(Beginning of Data to process)
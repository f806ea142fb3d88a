use proptest::prelude::*;

use super::AlarmState::*;
use super::*;
use crate::analysis::{Finding, FindingKind, LimitKind, Origin, Run, Standing, Verdict};
use crate::base::{HOUR_US, Instant, SourceId, TrainId};
use crate::plant::{Phase, StepClass};

fn at(hour: i64) -> Instant {
    Instant::from_micros(hour * HOUR_US)
}

fn train() -> TrainId {
    TrainId::new("uf-1")
}

fn condition(kind: AlarmKind) -> Condition {
    let mut c = Condition::integrity(&train(), "t1");
    c.kind = kind;
    c
}

fn look(hour: i64) -> Look<'static> {
    let scope = Scope { kinds: &AlarmKind::ALL, train: None, source: None };
    Look { scope, as_of: at(hour), now: at(hour) }
}

fn run(alarms: &[Alarm], conditions: &[Condition], hour: i64) -> Vec<AlarmChange> {
    let mut ids = 0;
    step(alarms, conditions, &look(hour), &mut || {
        ids += 1;
        format!("a{hour}-{ids}")
    })
}

/// A clean-limit alarm in a state, as its own history would leave it at hour 2; shelved to 10.
fn in_state(state: AlarmState) -> Alarm {
    let raised = run(&[], &[condition(AlarmKind::CleanLimit)], 1).remove(0).alarm;
    let mut quiet = condition(AlarmKind::CleanLimit);
    let withheld = |c: &mut Condition, w| c.withheld = Some(w);
    match state {
        Unacknowledged => raised,
        Acknowledged => acknowledge(&raised, "shift A", at(2)).unwrap(),
        ReturnedUnacknowledged => run(&[raised], &[], 2).remove(0).alarm,
        Shelved => shelve(&raised, "shift A", at(10), "clean is booked", at(2)).unwrap(),
        SuppressedByDesign => {
            withheld(&mut quiet, Withheld::InClean);
            run(&[raised], &[quiet], 2).remove(0).alarm
        }
        OutOfService => {
            withheld(&mut quiet, Withheld::OutOfService);
            run(&[raised], &[quiet], 2).remove(0).alarm
        }
        Normal => {
            let known = acknowledge(&raised, "shift A", at(2)).unwrap();
            run(&[known], &[], 2).remove(0).alarm
        }
    }
}

#[test]
fn every_state_meets_every_look() {
    let plain = condition(AlarmKind::CleanLimit);
    let mut clean = plain.clone();
    clean.withheld = Some(Withheld::InClean);
    let mut out = plain.clone();
    out.withheld = Some(Withheld::OutOfService);
    // From, then: stands, stands in a clean, stands out of service, gone; hour 3, then hour 11
    // when the shelf is over.
    let table = [
        (
            Unacknowledged,
            3,
            [Unacknowledged, SuppressedByDesign, OutOfService, ReturnedUnacknowledged],
        ),
        (Acknowledged, 3, [Acknowledged, SuppressedByDesign, OutOfService, Normal]),
        (
            ReturnedUnacknowledged,
            3,
            [Unacknowledged, SuppressedByDesign, OutOfService, ReturnedUnacknowledged],
        ),
        (Shelved, 3, [Shelved, Shelved, Shelved, Shelved]),
        (Shelved, 11, [Unacknowledged, SuppressedByDesign, OutOfService, Normal]),
        (SuppressedByDesign, 3, [Unacknowledged, SuppressedByDesign, OutOfService, Normal]),
        (OutOfService, 3, [Unacknowledged, SuppressedByDesign, OutOfService, Normal]),
    ];
    for (from, hour, wanted) in table {
        let looks = [vec![plain.clone()], vec![clean.clone()], vec![out.clone()], vec![]];
        for (conditions, wanted) in looks.iter().zip(wanted) {
            let alarm = in_state(from);
            assert_eq!(alarm.state, from);
            let changes = run(std::slice::from_ref(&alarm), conditions, hour);
            assert!(changes.len() <= 1, "{from:?} {conditions:?}");
            let after = changes.first().map_or(alarm.state, |c| c.alarm.state);
            assert_eq!(after, wanted, "{from:?} at {hour} with {conditions:?}");
        }
    }
    // What is over is not looked at again: its condition is a new alarm.
    let again = run(&[in_state(Normal)], &[plain], 3);
    assert_eq!((again.len(), again[0].turn), (1, Turn::Raised));
}

#[test]
fn every_state_meets_every_act() {
    let table = [
        (Unacknowledged, Some(Acknowledged), Some(Shelved)),
        (Acknowledged, None, Some(Shelved)),
        (ReturnedUnacknowledged, Some(Normal), None),
        (Shelved, None, Some(Shelved)),
        (SuppressedByDesign, None, None),
        (OutOfService, None, None),
        (Normal, None, None),
    ];
    assert_eq!(table.len(), AlarmState::ALL.len());
    for (from, acknowledged, shelved) in table {
        let alarm = in_state(from);
        let told = acknowledge(&alarm, "shift B", at(3));
        assert_eq!(told.as_ref().map(|a| a.state).ok(), acknowledged, "acknowledge {from:?}");
        let silent = shelve(&alarm, "shift B", at(12), "booked", at(3));
        assert_eq!(silent.as_ref().map(|a| a.state).ok(), shelved, "shelve {from:?}");
        let allowed = acts_allowed(&alarm);
        assert_eq!(allowed.contains(&AlarmActKind::Acknowledge), acknowledged.is_some());
        assert_eq!(allowed.contains(&AlarmActKind::Shelve), shelved.is_some());
        for refused in [told.err(), silent.err()].into_iter().flatten() {
            assert_eq!(refused, AlarmRefused::NotFrom(from));
            assert!(!refused.to_string().is_empty());
        }
    }
    let known = in_state(Acknowledged);
    assert_eq!(acknowledge(&known, "shift A", at(9)).unwrap(), known, "said twice");
}

#[test]
fn a_shelf_wants_a_person_a_reason_and_an_end_within_a_day() {
    let alarm = in_state(Unacknowledged);
    let cases = [
        ("", at(5), "why", AlarmRefused::NeedsPerson),
        ("washbell", at(5), "why", AlarmRefused::NeedsPerson),
        ("shift A", at(5), " ", AlarmRefused::NeedsReason),
        ("shift A", at(2), "why", AlarmRefused::UntilOutOfReach),
        ("shift A", at(27), "why", AlarmRefused::UntilOutOfReach),
    ];
    for (by, until, reason, refused) in cases {
        assert_eq!(shelve(&alarm, by, until, reason, at(2)), Err(refused));
    }
    assert!(shelve(&alarm, "shift A", at(26), "why", at(2)).is_ok());
    let integrity = run(&[], &[condition(AlarmKind::Integrity)], 1).remove(0).alarm;
    let refused = shelve(&integrity, "shift A", at(5), "why", at(2));
    assert_eq!(refused, Err(AlarmRefused::NeverShelved));
}

#[test]
fn a_breach_and_a_conflict_sound_in_a_clean_too() {
    for kind in [AlarmKind::Integrity, AlarmKind::ChemicalConflict] {
        let mut c = condition(kind);
        c.withheld = Some(Withheld::InClean);
        assert_eq!(run(&[], &[c], 1)[0].alarm.state, Unacknowledged);
    }
    let mut c = condition(AlarmKind::CleanLimit);
    c.withheld = Some(Withheld::InClean);
    assert!(run(&[], &[c], 1).is_empty());
}

#[test]
fn what_a_look_does_not_cover_stays_but_its_shelf_ends() {
    let kinds = [AlarmKind::DataStale];
    let other = TrainId::new("uf-2");
    for scope in [
        Scope { kinds: &kinds, train: None, source: None },
        Scope { kinds: &AlarmKind::ALL, train: Some(&other), source: None },
    ] {
        let look = Look { scope, as_of: at(11), now: at(11) };
        let mut id = String::new;
        assert!(step(&[in_state(Unacknowledged)], &[], &look, &mut id).is_empty());
        let changes = step(&[in_state(Shelved)], &[], &look, &mut id);
        assert_eq!((changes[0].turn, changes[0].alarm.state), (Turn::Sounds, Unacknowledged));
    }
}

#[test]
fn data_are_stale_after_three_times_their_spacing() {
    let source = SourceId::new("scada");
    let stale = |newest, now| Condition::data_stale(&source, newest, HOUR_US, at(now));
    assert_eq!(stale(None, 100), None);
    assert_eq!(stale(Some(at(1)), 4), None);
    let condition = stale(Some(at(1)), 5).unwrap();
    assert_eq!(condition.source, Some(source));
    assert_eq!(condition.detail, Detail::NewestReading(at(1)));
}

fn standing() -> Standing {
    Standing {
        train: train(),
        as_of: at(50),
        run_start: None,
        baseline: None,
        loss: None,
        end_tmp_pa: None,
        holds: Default::default(),
        dates: [None; 4],
        no_dates: None,
        run_days: 0,
        assessed: None,
        in_clean: None,
        clean: None,
        earlier_verdicts: Vec::new(),
        growth_from: None,
        troubles: Vec::new(),
    }
}

#[test]
fn a_clean_limit_raises_one_alarm_and_an_advisory_none() {
    let mut s = standing();
    let held = |s: &mut Standing, kind: LimitKind, hour| {
        let k = LimitKind::ALL.iter().position(|x| *x == kind).unwrap();
        s.holds[k].held = Some(at(hour));
    };
    held(&mut s, LimitKind::LossAdvisory, 10);
    held(&mut s, LimitKind::TmpAdvisory, 10);
    assert_eq!(conditions(&s, &[], Phase::Filtration), []);
    held(&mut s, LimitKind::LossClean, 30);
    held(&mut s, LimitKind::TmpClean, 20);
    let found = conditions(&s, &[], Phase::Filtration);
    assert_eq!(found.len(), 1);
    assert_eq!(found[0].detail, Detail::Limit(LimitKind::TmpClean), "held first");
    assert_eq!(found[0].withheld, None);
    assert_eq!(conditions(&s, &[], Phase::OutOfService)[0].withheld, Some(Withheld::OutOfService));
    s.in_clean = Some(at(49));
    assert_eq!(conditions(&s, &[], Phase::CleanInPlace)[0].withheld, Some(Withheld::InClean));
}

#[test]
fn a_doubtful_clean_raises_one_alarm_by_its_cleaning() {
    let mut s = standing();
    let clean = |verdict| Run {
        train: train(),
        start: at(20),
        clean_start: at(12),
        origin: Origin::Recorded("c7".to_owned()),
        before: None,
        after: None,
        best: None,
        verdict,
        verdict_known: Some(at(48)),
        slope_1_m_per_m: None,
    };
    s.clean = Some(clean(Verdict::NotRestored));
    assert_eq!(conditions(&s, &[], Phase::Filtration), []);
    s.clean = Some(clean(Verdict::Doubtful));
    let evidence = crate::analysis::Evidence {
        finding: FindingKind::CleanVerdict,
        limit_kind: None,
        value: 1.1,
        limit: None,
        measure: crate::analysis::Measure::Share,
        baseline: None,
        from: at(21),
        to: at(48),
        dates: None,
        verdict: Some(Verdict::Doubtful),
        reasons: Vec::new(),
    };
    let finding = Finding { train: train(), as_of: at(50), evidence };
    let found = conditions(&s, std::slice::from_ref(&finding), Phase::Filtration);
    assert_eq!(found.len(), 1);
    assert_eq!((found[0].kind, found[0].subject.as_str()), (AlarmKind::CleanDoubtful, "c7"));
    assert_eq!(found[0].evidence, [finding.evidence]);
}

#[test]
fn a_conflict_names_its_classes_and_survives_the_store() {
    let c = Condition::chemical_conflict(&train(), "c9", StepClass::Hypochlorite, StepClass::Acid);
    let alarm = run(&[], &[c.clone(), c], 1);
    assert_eq!(alarm.len(), 1, "named twice is one");
    assert_eq!(alarm[0].alarm.response, Response::MakeSafe);
    let text = serde_json::to_string(&alarm[0].alarm).unwrap();
    assert_eq!(serde_json::from_str::<Alarm>(&text).unwrap(), alarm[0].alarm);
}

#[derive(Clone, Debug)]
enum Happens {
    Look(Vec<(usize, Option<Withheld>)>),
    Acknowledge(usize),
    Shelve(usize, i64),
    Hours(i64),
}

fn happens() -> impl Strategy<Value = Happens> {
    let withheld =
        prop_oneof![Just(None), Just(Some(Withheld::InClean)), Just(Some(Withheld::OutOfService))];
    prop_oneof![
        prop::collection::vec((0..AlarmKind::ALL.len(), withheld), 0..4).prop_map(Happens::Look),
        (0..6usize).prop_map(Happens::Acknowledge),
        (0..6usize, -2..40i64).prop_map(|(n, h)| Happens::Shelve(n, h)),
        (1..30i64).prop_map(Happens::Hours),
    ]
}

fn sound(alarms: &[Alarm]) {
    for a in alarms {
        assert_eq!(a.state == Shelved, a.shelved_until.is_some(), "{a:?}");
        assert!(a.kind.can_be_shelved() || a.state != Shelved, "{a:?}");
        let quiet = matches!(a.state, SuppressedByDesign | OutOfService);
        assert!(a.kind.can_be_withheld() || !quiet, "{a:?}");
        match a.state {
            ReturnedUnacknowledged | Normal => assert!(a.returned.is_some(), "{a:?}"),
            Unacknowledged | Acknowledged => assert!(a.returned.is_none(), "{a:?}"),
            _ => {}
        }
        let told = a.acts.iter().any(|x| x.what == AlarmActKind::Acknowledge);
        assert!(a.state != Acknowledged || told, "{a:?}");
        assert!(a.acts.iter().all(|x| !x.by.is_empty()));
        let twins = alarms.iter().filter(|b| !b.is_normal() && !a.is_normal() && b.kind == a.kind);
        assert!(twins.count() <= 1, "{a:?}");
    }
}

proptest! {
    #[test]
    fn no_sequence_reaches_an_undefined_state(list in prop::collection::vec(happens(), 1..60)) {
        let mut alarms: Vec<Alarm> = Vec::new();
        let mut hour = 0;
        for (n, event) in list.into_iter().enumerate() {
            match event {
                Happens::Hours(h) => hour += h,
                Happens::Acknowledge(k) => {
                    if let Some(a) = alarms.get_mut(k)
                        && let Ok(next) = acknowledge(a, "shift A", at(hour))
                    {
                        *a = next;
                    }
                }
                Happens::Shelve(k, hours) => {
                    if let Some(a) = alarms.get_mut(k)
                        && let Ok(next) = shelve(a, "shift A", at(hour + hours), "why", at(hour))
                    {
                        prop_assert!(hours > 0 && hours <= 24);
                        *a = next;
                    }
                }
                Happens::Look(stand) => {
                    let conditions: Vec<Condition> = stand.iter().map(|(k, w)| {
                        let mut c = condition(AlarmKind::ALL[*k]);
                        c.withheld = *w;
                        c
                    }).collect();
                    for change in run(&alarms, &conditions, hour) {
                        let mut alarm = change.alarm;
                        if change.turn == Turn::Raised {
                            alarm.id = format!("{n}-{}", alarm.id);
                            alarms.push(alarm);
                        } else if let Some(a) = alarms.iter_mut().find(|a| a.id == alarm.id) {
                            prop_assert!(!a.is_normal());
                            prop_assert!(change.turn != Turn::Updated || a.state == alarm.state);
                            *a = alarm;
                        }
                    }
                    // After a look that covers all, a condition that stands is in sight.
                    for c in conditions.iter().filter(|c| c.withheld.is_none()) {
                        prop_assert!(alarms.iter().any(|a| a.kind == c.kind && !a.is_normal()
                            && a.state != ReturnedUnacknowledged));
                    }
                }
            }
            sound(&alarms);
        }
    }
}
(End of Data to process)
(Work required)
Show every line above in which the word "StepClass" occurs.

(Exercise response)
use crate::plant::{Phase, StepClass};
    let c = Condition::chemical_conflict(&train(), "c9", StepClass::Hypochlorite, StepClass::Acid);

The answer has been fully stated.